» **EXERCISE**:
Here is a block of entries. Write out its lines exactly, from the first through the one containing "line-period), or gap */".

» **Collected data**:

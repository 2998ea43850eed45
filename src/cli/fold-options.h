/* fold-options.h - `info --fold`: the record, or one of its columns, by phase of an orbit or minutes since a gap. */
#pragma once

#include <gio/gio.h>
#include "data/record.h"
#include "data/settings.h"

typedef struct
{
  char *clock;  /* --fold orbit=1.6 (hours), orbit (by the setting line-period), or gap */
  char *column; /* --fold-column NAME: a further column instead of the value */
} AntFoldWish;

void ant_fold_options_add (GOptionContext *context, AntFoldWish *wish);
void ant_fold_options_clear (AntFoldWish *wish);
/* Print the bins as CSV on standard output, what stands out as a comment. Nothing without --fold. FALSE with one sentence. */
gboolean ant_fold_options_print (const AntFoldWish *wish, const AntRecord *record, const AntSettings *settings, GError **error);
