/* passage-table.h - spot groups and the like, found in the slow part of a record, as a table. */
#pragma once

#include "data/scan-results.h"
#include "writers/table.h"

/* passage, start_jd, mid_jd, end_jd, mid_time, mid_utc, width_d, depth_ppm, depth_sigma_ppm, coverage under the definitions.
 * The results must outlive the table. Caller frees. */
AntTable *ant_passage_table_new (const AntScanResults *results);
GString *ant_passage_table_text (const AntScanResults *results); /* the same as CSV at once */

» **THE ANSWER**:
repository 2998ea43850eed45
filename src/cli/fold-options.h
/* fold-options.h - `info --fold`: the record, or one of its columns, by phase of an orbit or minutes since a gap. */
#pragma once

#include <gio/gio.h>
#include "data/record.h"
#include "data/settings.h"

typedef struct
{
  char *clock;  /* --fold orbit=1.6 (hours), orbit (by the setting line-period), or gap */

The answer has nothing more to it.